CRISPR-Cas9 is a molecular tool used to edit genes; therefore, it can be applied to address health issues like sickle cell disease, an example noted in Andrea M. Henle’s video, How CRISPR Lets You Edit DNA (TED-Ed, 2019). Sickle cell disease (SCD) is a genetically inherited disease that occurs due to a malformation in the hemoglobin protein structure. Human hemoglobin has four globular subunits, with the β-globin protein (HbB) being the most common in adults. In SCD, the HbB gene undergoes a single mutation in chromosome 11, where valine substitutes glutamic acid in the sixth codon (Demirci et al., 2019). The mutated HbB gene produces hemoglobin S (HbS), a malformed form of hemoglobin that has binding sites for other HbS proteins. This allows for the polymerization of the hemoglobin molecules, which conglomerate when deoxygenated, thereby creating sickle-shaped RBCs. Notably, this sickle shape makes it challenging for red blood cells to transport oxygen. Ultimately, this malformation results in adverse clinical implications such as chronic anemia, organ failure, and early death (Demirci et al., 2019).

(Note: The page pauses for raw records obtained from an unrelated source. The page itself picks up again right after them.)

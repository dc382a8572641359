/**
 * Started by `npm start`: listen for catalogue changes from other processes (LISTEN/NOTIFY) and build the
 * catalogue and search index before the first visitor asks.
 */
import { searchIndex } from "../../lib/search-index";
import { startCatalogueListener, stopCatalogueListener } from "../../lib/catalogue-events";
import { catalogueStore } from "./catalogue.store";

export async function startCatalogueTask(ctx: { log: (msg: string) => void }): Promise<void> {
  await startCatalogueListener();
  const started = Date.now();
  const n = (await catalogueStore.entries()).length;
  await searchIndex.ensure();
  ctx.log(`Catalogue ready: ${n} published networks indexed in ${Date.now() - started} ms.`);
}

export async function stopCatalogueTask(): Promise<void> {
  await stopCatalogueListener();
}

During fetal development and in infancy, the predominant globin is the fetal hemoglobin (HbF), which later switches to HbB. Remarkably, since SCD results from a mutation to the HbB gene, newborns do not show complications of SCD, as HbF makes up the majority of their hemoglobin. Accordingly, one approach of CRISPR technology in treating sickle cell disease is HbF induction, where gene editing is targeted to create a hereditary persistence of fetal hemoglobin (HPFH) genotype to increase the expression of HbF (Rheney, 2023). As such, Rheney (2023) notes that researchers at the University of California applied CRISPR-Cas9 to delete 13kb of the β-globin locus in SCD patients. Subsequently, this deletion yields an HPFH-like phenotype in SCD patients, resulting in increased HbF levels in red blood cells and ameliorated sickling.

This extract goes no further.